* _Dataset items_
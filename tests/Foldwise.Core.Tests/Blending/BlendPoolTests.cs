using Foldwise.Core.Blending;
using Foldwise.Core.Search;
using Foldwise.Core.Spaces;

namespace Foldwise.Core.Tests.Blending;

public sealed class BlendPoolTests
{
    private static readonly DateTimeOffset Created = new(2026, 12, 1, 9, 0, 0, TimeSpan.Zero);

    [Fact]
    public void Keeps_the_best_full_budget_trials_of_each_family_best_first_ties_by_id()
    {
        // Given two families with done, failed, running and partial-budget trials
        TrialRecord[] trials =
        [
            Trial(1, "lightgbm", 600, TrialState.Done, 0.82),
            Trial(2, "lightgbm", 600, TrialState.Done, 0.80),
            Trial(3, "lightgbm", 200, TrialState.Done, 0.70),
            Trial(4, "lightgbm", 600, TrialState.Failed, null),
            Trial(5, "lightgbm", 600, TrialState.Done, 0.80),
            Trial(6, "lightgbm", 600, TrialState.Done, 0.81),
            Trial(7, "fasttree", 600, TrialState.Running, null),
            Trial(8, "fasttree", 600, TrialState.Done, 0.90),
            Trial(9, "fasttree", 600, TrialState.Done, 0.85),
        ];

        // When
        var pool = BlendPool.Select(trials, perFamily: 3, fullBudget: 600);

        // Then families in name order; within one, lower score first and the lower id on a tie
        Assert.Equal([9, 8, 2, 5, 6], pool.Select(t => t.Id));
    }

    [Fact]
    public void Leaves_out_a_trial_screened_on_some_folds_however_well_it_scored()
    {
        // Given a fold screen's trial on 1 fold that scored best, and its promotion on every fold
        var pool = BlendPool.Select([Trial(1, "lightgbm", 600, TrialState.Done, 0.10) with { Folds = 1 }, Trial(2, "lightgbm", 600, TrialState.Done, 0.80)], 3, 600);

        // Then only the trial on every fold can be pooled: the other's out-of-fold vector covers one fold's rows
        Assert.Equal([2], pool.Select(t => t.Id));
        Assert.Equal(0.80, SearchProgress.BestOf(pool)["lightgbm"]);
        Assert.Equal(0.80, SearchProgress.BestOf([Trial(1, "lightgbm", 600, TrialState.Done, 0.10) with { Folds = 1 }, Trial(2, "lightgbm", 600, TrialState.Done, 0.80)])["lightgbm"]);
    }

    [Fact]
    public void Leaves_out_a_done_trial_without_a_score()
    {
        var pool = BlendPool.Select([Trial(1, "lightgbm", 600, TrialState.Done, null)], 3, 600);

        Assert.Empty(pool);
    }

    [Fact]
    public void Rejects_a_pool_size_below_one()
    {
        Assert.Throws<ArgumentOutOfRangeException>(() => BlendPool.Select([], 0, 600));
    }

    private static TrialRecord Trial(int id, string family, int budget, TrialState state, double? score) => new()
    {
        Id = id,
        Family = family,
        Parameters = ParameterSet.Empty,
        Budget = budget,
        Proposer = "random",
        Created = Created,
        State = state,
        Score = score,
    };
}
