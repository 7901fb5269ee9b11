using Foldwise.Core.Blending;

namespace Foldwise.Core.Tests.Blending;

public sealed class NonNegativeLeastSquaresTests
{
    // A = [[1,0],[1,0],[0,1]] given as its two columns.
    private static readonly double[][] DocumentationMatrix = [[1, 1, 0], [0, 0, 1]];

    [Fact]
    public void Matches_the_scipy_documentation_example()
    {
        // Given b = [2, 1, 1]
        // When
        var result = NonNegativeLeastSquares.Solve(DocumentationMatrix, [2.0, 1.0, 1.0]);

        // Then x = [1.5, 1] and residual norm 0.7071067811865475 — scipy.optimize.nnls documentation, Examples
        Assert.Equal(1.5, result.Weights[0], 1e-15);
        Assert.Equal(1.0, result.Weights[1], 1e-15);
        Assert.Equal(0.7071067811865475, Math.Sqrt(result.Objective), 1e-15);
    }

    [Fact]
    public void Matches_the_scipy_documentation_example_with_a_negative_target()
    {
        // Given b = [-1, -1, -1]
        // When
        var result = NonNegativeLeastSquares.Solve(DocumentationMatrix, [-1.0, -1.0, -1.0]);

        // Then x = [0, 0] and residual norm 1.7320508075688772 — scipy.optimize.nnls documentation, Examples
        Assert.Equal([0.0, 0.0], result.Weights);
        Assert.Equal(1.7320508075688772, Math.Sqrt(result.Objective), 1e-15);
    }

    [Theory]
    [MemberData(nameof(ReferenceNames))]
    public void Equals_scipy_on_the_reference_problems(string name)
    {
        // Given a seeded problem and scipy.optimize.nnls's exact answer (see reference/make_reference.py)
        var problem = ReferenceProblems.Named(name);

        // When
        var result = NonNegativeLeastSquares.Solve(problem.Columns, problem.Target);

        // Then the objectives agree to 1e-9 relative
        double reference = problem.NnlsObjective;
        Assert.True(Math.Abs(result.Objective - reference) <= (1e-9 * reference) + 1e-12, $"{result.Objective:R} vs scipy {reference:R}");
        Assert.All(result.Weights, w => Assert.True(w >= 0));
    }

    public static TheoryData<string> ReferenceNames() => ReferenceProblems.Names();

    [Fact]
    public void Duplicated_columns_leave_the_optimum_unchanged()
    {
        // Given a problem and the same with every column twice
        var (columns, y) = BlendFakes.Problem(21, 10, 200);
        var plain = NonNegativeLeastSquares.Solve(columns, y);

        // When
        var result = NonNegativeLeastSquares.Solve([.. columns, .. columns], y);

        // Then
        Assert.Equal(plain.Objective, result.Objective, 1e-10 * plain.Objective);
        Assert.All(result.Weights, w => Assert.True(w >= 0));
    }

    [Fact]
    public void Is_never_worse_than_the_simplex()
    {
        // Given (the simplex is a subset of w ≥ 0)
        var (columns, y) = BlendFakes.Problem(22, 15, 300);

        // When
        var nnls = NonNegativeLeastSquares.Solve(columns, y);
        var simplex = SimplexLeastSquares.Solve(columns, y);

        // Then
        Assert.True(nnls.Objective <= simplex.Objective * (1 + 1e-12));
    }
}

* _PROBLEM TO SOLVE_
Search the records above for the string "residual". Copy every line that contains it.

* _ANSWER TO THIS TASK_
        // Then x = [1.5, 1] and residual norm 0.7071067811865475 — scipy.optimize.nnls documentation, Examples
        // Then x = [0, 0] and residual norm 1.7320508075688772 — scipy.optimize.nnls documentation, Examples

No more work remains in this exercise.